Aim of the exercise
Your answer should be the exact lines of the data below from the one containing "of the files." through the one containing "is needed for."; please include nothing else.

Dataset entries
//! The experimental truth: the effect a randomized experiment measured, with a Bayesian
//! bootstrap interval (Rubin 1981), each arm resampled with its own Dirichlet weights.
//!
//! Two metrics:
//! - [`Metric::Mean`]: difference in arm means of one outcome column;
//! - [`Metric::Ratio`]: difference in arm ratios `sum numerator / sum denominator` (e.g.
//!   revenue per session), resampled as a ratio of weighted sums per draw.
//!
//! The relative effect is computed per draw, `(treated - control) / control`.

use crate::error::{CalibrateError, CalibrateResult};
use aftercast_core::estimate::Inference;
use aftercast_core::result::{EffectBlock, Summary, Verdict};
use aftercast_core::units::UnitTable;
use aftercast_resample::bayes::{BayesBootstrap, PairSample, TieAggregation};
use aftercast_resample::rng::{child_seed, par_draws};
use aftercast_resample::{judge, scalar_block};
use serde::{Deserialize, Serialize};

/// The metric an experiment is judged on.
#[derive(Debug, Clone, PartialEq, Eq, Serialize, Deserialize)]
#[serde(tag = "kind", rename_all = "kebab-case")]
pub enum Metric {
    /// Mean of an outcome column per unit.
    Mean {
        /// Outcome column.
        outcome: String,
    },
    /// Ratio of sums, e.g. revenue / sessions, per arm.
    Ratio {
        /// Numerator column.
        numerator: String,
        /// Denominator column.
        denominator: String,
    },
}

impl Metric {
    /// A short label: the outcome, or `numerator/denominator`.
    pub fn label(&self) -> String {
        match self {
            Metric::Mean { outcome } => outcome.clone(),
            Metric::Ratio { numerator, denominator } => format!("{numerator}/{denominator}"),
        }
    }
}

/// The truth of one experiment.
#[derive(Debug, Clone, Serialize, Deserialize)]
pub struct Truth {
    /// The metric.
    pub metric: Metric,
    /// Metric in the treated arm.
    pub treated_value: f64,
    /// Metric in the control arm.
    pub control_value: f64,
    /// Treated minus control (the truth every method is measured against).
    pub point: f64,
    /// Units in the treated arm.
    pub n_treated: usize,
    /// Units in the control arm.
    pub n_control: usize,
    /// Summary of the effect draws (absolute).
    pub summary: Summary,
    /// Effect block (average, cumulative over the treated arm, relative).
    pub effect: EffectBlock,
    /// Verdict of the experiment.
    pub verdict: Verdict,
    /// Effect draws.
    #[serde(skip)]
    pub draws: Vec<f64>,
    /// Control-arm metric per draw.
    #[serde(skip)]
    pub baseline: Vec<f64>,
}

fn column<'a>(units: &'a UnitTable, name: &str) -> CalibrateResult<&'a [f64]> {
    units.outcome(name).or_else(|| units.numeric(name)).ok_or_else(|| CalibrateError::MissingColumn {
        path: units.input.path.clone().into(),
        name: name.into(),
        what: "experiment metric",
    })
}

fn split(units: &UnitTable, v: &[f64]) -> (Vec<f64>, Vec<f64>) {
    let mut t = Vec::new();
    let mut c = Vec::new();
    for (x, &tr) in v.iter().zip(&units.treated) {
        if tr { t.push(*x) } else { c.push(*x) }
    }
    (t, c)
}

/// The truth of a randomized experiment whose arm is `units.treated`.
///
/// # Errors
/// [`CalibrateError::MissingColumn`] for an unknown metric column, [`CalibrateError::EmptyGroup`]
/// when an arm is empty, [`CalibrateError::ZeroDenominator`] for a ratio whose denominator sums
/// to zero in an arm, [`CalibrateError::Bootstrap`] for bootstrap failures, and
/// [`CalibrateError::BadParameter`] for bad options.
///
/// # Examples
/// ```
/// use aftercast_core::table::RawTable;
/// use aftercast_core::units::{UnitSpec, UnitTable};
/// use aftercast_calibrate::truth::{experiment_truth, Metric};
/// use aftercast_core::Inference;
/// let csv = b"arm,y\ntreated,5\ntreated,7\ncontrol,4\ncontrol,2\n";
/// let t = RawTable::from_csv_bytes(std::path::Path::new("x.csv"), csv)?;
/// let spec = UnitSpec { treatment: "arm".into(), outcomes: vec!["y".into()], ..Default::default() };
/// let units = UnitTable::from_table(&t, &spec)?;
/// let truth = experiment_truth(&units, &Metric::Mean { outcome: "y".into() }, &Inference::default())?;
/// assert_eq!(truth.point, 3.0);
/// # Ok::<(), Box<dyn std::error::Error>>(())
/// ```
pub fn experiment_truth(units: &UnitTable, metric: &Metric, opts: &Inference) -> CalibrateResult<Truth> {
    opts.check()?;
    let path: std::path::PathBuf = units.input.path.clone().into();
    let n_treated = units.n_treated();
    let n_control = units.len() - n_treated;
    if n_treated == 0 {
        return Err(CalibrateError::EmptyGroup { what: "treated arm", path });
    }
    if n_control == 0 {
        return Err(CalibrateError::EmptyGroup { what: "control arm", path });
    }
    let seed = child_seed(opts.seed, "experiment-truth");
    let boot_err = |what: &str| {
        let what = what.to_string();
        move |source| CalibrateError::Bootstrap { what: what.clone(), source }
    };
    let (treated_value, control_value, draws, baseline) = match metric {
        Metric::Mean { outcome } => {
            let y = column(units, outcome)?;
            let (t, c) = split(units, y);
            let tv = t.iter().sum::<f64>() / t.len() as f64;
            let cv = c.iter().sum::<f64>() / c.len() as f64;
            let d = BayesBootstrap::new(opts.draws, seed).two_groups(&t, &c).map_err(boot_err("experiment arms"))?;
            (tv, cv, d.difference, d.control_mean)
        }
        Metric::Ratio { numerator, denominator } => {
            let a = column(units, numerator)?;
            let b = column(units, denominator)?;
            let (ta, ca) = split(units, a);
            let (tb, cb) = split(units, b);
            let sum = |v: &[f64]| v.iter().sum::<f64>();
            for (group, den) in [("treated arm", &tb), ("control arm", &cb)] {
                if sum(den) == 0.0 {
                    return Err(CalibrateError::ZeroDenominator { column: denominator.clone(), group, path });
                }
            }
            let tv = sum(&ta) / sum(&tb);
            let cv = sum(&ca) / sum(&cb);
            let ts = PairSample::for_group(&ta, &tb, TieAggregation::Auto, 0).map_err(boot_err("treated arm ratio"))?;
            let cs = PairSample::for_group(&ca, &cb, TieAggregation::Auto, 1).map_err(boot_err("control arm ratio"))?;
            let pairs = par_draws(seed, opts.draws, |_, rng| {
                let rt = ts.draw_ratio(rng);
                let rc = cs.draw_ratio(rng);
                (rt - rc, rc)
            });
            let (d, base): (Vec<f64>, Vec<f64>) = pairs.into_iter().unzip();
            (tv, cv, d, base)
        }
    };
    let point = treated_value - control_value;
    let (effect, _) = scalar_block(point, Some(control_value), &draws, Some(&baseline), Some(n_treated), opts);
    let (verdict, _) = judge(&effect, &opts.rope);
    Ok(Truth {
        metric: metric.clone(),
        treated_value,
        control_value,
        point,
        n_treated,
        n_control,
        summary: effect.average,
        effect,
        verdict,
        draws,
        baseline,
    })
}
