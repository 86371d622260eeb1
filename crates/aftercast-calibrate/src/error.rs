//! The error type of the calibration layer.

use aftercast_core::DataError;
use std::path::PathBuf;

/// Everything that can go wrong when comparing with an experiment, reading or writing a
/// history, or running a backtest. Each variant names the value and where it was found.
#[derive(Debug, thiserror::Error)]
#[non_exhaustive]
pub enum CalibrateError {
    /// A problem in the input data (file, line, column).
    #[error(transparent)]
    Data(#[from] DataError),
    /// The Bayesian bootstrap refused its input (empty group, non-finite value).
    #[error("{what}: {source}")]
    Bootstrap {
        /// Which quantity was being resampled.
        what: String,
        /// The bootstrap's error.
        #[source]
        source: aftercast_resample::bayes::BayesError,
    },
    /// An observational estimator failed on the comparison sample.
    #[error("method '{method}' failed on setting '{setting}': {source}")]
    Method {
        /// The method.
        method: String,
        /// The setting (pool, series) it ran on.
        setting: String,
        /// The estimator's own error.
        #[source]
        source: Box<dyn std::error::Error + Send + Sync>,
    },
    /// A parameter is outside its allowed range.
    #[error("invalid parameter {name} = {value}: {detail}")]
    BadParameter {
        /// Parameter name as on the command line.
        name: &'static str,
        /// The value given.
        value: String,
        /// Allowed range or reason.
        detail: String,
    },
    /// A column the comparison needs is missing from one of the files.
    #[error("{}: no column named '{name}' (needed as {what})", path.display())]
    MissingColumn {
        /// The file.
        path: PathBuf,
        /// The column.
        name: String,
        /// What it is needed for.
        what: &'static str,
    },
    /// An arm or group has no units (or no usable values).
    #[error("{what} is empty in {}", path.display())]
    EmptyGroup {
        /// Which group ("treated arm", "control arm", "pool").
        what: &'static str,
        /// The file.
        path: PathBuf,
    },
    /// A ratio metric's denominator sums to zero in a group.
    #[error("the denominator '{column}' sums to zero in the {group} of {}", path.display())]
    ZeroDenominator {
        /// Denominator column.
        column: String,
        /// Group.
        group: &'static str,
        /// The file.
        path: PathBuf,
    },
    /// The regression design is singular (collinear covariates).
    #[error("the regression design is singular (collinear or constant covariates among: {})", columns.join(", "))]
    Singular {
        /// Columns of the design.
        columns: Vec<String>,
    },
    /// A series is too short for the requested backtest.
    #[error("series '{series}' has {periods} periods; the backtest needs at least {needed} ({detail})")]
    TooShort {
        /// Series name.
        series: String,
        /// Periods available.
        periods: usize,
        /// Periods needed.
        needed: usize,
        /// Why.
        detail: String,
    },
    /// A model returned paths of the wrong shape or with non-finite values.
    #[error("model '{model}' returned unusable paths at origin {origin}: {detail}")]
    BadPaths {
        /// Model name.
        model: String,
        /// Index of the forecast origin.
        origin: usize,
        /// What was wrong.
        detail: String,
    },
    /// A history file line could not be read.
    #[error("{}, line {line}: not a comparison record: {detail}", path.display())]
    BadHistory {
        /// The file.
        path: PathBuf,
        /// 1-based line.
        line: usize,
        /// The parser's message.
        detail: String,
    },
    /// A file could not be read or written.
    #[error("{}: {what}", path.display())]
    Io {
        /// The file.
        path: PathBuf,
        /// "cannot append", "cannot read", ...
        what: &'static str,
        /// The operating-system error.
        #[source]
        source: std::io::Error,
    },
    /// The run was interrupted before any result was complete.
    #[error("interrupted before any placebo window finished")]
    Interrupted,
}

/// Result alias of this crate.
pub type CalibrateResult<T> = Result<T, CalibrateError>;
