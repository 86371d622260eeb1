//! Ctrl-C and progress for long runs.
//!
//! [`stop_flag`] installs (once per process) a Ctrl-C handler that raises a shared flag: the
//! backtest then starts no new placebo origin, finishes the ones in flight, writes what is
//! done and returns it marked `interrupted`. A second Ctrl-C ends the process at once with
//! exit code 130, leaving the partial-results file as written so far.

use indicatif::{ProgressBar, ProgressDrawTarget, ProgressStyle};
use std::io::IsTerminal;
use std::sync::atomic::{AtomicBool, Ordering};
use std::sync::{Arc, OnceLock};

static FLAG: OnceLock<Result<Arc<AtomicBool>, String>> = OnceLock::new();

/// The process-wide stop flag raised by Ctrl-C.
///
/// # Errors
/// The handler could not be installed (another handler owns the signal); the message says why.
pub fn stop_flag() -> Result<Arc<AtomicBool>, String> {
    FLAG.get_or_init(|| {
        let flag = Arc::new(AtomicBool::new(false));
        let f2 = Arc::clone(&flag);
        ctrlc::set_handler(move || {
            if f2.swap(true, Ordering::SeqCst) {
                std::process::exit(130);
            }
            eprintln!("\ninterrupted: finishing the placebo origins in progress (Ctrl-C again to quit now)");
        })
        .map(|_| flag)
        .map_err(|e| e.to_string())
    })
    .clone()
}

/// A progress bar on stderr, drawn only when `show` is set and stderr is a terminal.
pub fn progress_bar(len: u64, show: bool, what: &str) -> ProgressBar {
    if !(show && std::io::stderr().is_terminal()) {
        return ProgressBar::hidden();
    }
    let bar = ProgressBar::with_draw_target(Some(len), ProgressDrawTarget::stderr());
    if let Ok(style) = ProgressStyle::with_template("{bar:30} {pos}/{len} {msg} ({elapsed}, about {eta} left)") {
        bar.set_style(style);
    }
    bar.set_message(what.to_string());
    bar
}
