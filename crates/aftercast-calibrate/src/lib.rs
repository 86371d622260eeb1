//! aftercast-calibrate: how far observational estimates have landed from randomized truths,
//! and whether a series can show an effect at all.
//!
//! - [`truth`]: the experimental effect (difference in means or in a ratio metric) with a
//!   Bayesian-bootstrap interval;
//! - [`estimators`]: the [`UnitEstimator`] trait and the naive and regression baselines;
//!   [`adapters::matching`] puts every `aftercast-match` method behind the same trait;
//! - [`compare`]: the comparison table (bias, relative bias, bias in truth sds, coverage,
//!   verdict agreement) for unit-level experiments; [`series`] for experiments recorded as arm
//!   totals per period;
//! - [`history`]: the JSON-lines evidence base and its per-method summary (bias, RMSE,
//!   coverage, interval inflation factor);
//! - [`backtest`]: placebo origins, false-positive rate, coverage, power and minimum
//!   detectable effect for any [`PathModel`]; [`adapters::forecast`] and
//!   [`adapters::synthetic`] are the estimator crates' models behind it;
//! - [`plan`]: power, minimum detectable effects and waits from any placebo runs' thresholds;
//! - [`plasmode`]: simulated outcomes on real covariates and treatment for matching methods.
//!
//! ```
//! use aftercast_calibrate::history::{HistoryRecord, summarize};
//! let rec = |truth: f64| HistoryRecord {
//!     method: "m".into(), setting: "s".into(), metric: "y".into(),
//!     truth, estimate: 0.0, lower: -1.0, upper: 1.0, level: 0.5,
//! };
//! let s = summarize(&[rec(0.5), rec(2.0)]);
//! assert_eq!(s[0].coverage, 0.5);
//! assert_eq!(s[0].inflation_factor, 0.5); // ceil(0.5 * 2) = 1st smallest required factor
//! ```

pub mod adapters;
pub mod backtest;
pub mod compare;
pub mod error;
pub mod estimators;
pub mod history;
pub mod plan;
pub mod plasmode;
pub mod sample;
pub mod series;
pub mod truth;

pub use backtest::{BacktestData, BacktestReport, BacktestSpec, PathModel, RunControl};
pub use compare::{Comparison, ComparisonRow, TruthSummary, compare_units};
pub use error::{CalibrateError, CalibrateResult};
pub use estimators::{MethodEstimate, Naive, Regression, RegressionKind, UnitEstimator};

Task response
    /// A column the comparison needs is missing from one of the files.
    #[error("{}: no column named '{name}' (needed as {what})", path.display())]
    MissingColumn {
        /// The file.
        path: PathBuf,
        /// The column.
        name: String,
        /// What it is needed for.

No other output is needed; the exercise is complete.